Lesson: don’t underestimate the consent screen. It’s the highest-friction surface in your whole connector experience, and it gets shown to every user every time. Treat it like a checkout page, not a debug page.

Schema design: spend more than you want to

The temptation when defining tools is to mirror your REST endpoints 1:1. POST /entries becomes add_entry. Done.

Don’t. You’ll regret it.

LLM tool design is closer to API design for a slightly distractible junior engineer. Names need to be specific. Descriptions need to clearly state what the tool does and what it returns — not just argument names. Schemas should have descriptions on every property.

A few specific lessons:

Splitting reads and writes pays off. We had a manage_diary tool that did both. The model called it correctly maybe 70% of the time. Splitting into get_diary (read) and log_meal (write) jumped that to 95%+.

Annotations matter. Once we added readOnlyHint: true and destructiveHint: true annotations to tools, Claude’s behavior around confirmation became much better. It stopped asking “are you sure?” before reading data, and started asking before writing data — which is the right shape.

Idempotency keys aren’t optional. First time the model retried a log_meal after a slow response, we got duplicate diary entries. Now every write tool takes a clientRequestId and we de-duplicate at the DB level via a unique constraint on (user_id, client_request_id).

Origin validation is more important than it sounds

The spec mandates Origin header validation as a DNS-rebinding defense. We almost skipped it in the v0 implementation because “no browser is going to call our MCP endpoint anyway.”

That was wrong twice over.

First, browser-based MCP clients exist (claude.ai is one). Second, even without a browser client, the failure mode of not validating Origin is exactly the kind of thing a security audit will find six months in: an attacker controls a webpage, the victim visits it logged in to claude.ai or to a related service, and the attacker forges requests to your endpoint via DNS rebinding.

Implementation is ~10 lines. Don’t skip it.

CORS quirks for connector clients

Default app-wide CORS rarely fits what an MCP endpoint needs. We had https://macroline.app and our localhost dev origins on the allow-list, which was fine for the iOS client and fine for direct-server-to-server calls — but broke when claude.ai tried to fetch our .well-known/oauth-authorization-server cross-origin during connector setup.
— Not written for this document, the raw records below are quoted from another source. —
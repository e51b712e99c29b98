// Package pipeline composes tabprep steps, fits them on train rows only,
// applies the fitted result to any rows, and saves and loads it as a state
// document.
//
// A [Pipeline] is a list of stages made with [Use]. [Pipeline.Fit] refuses a
// frame that holds holdout rows, then fits step i on the train rows as
// transformed by steps 0 to i−1, and returns a [Fitted] pipeline. A Fitted
// pipeline is immutable and safe for concurrent use by many goroutines.
// Target columns, those a [tabprep.Supervised] step learns from, reach only
// that step: they are not part of the fitted input or output.
//
// # Applying
//
//   - [Fitted.Transform] applies the steps to a frame; [Fitted.Inverse]
//     undoes a run of invertible steps.
//   - [Fitted.Compile] returns a [Plan] for one row at a time: no
//     allocation, no column-name lookup and no reflection per row, and the
//     same bits as Transform. [Plan.TransformInto] scores a batch into a
//     matrix the caller owns; a [Runner] gives a scoring loop its own
//     registers.
//   - [Fitted.WriteGo] writes the plan as Go source, with the fitted
//     numbers and levels as constants and switches, and
//     [Fitted.CompileWith] runs that code, compiled into the program, in
//     place of the interpreted plan: several times faster per row, with
//     the same bits and errors (a row the code cannot finish goes through
//     the interpreted plan).
//   - [Fitted.Stream] transforms CSV larger than memory, chunk by chunk.
//
// # Saving
//
// [Fitted.Save] writes a state document (see package state) and [Load]
// reads one back; Save → Load → Transform is bit-identical to the fitted
// pipeline in memory. The package imports the built-in step packages, so
// Load can rebuild any built-in step without blank imports.
package pipeline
Fix: a separate, narrower CORS policy mounted only on the MCP-related routes that includes claude.ai origins. The default global policy stays restricted.

Response sizes — model context windows are smaller than you think

Tool responses get inlined into the model’s context. A get_diary that returns 6 weeks of entries with all 12 fields each will easily blow past 25k tokens, which is the soft cap for inline tool responses in many client harnesses.

We learned to:

Default ranges narrow (last 7 days)
Strip fields the model doesn’t need (timestamps as ISO strings, not full Date objects with timezones)
Paginate aggressively
Summarize where possible — for get_diary we could return per-day rollups instead of every entry

The model can always ask for more. It can’t recover from a response that fills its context.
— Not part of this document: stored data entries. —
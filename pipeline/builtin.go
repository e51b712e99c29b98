package pipeline

// The built-in step packages register their kinds in init; importing them
// here lets Load rebuild any built-in step with no blank import in the
// user's program.
import (
	_ "github.com/tabprep/tabprep/encode"
	_ "github.com/tabprep/tabprep/impute"
	_ "github.com/tabprep/tabprep/scale"
)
What’s still rough in the ecosystem

A few things that will get better but currently aren’t great:

Testing tools. MCP Inspector is fine but it’s not a full test harness. Writing automated tests for “does this tool description trigger the model correctly” requires running an actual model.

Error UX in clients. When your MCP server returns a JSON-RPC error, what the user sees in claude.ai varies. Sometimes a clean message, sometimes raw JSON, sometimes nothing.

Rate limit conventions. No standard for how MCP servers signal “back off.” We’re using HTTP 429 + Retry-After and hoping clients respect it.

The high-order takeaway

Building an MCP server is more work than building a REST API, but less work than building a CLI + REST API + custom Slack bot + Zapier integration. It’s net-better. And the moment your users start asking “can I get this in Claude,” the work pays off in a way other integrations don’t.

Worth doing. Worth doing correctly the first time.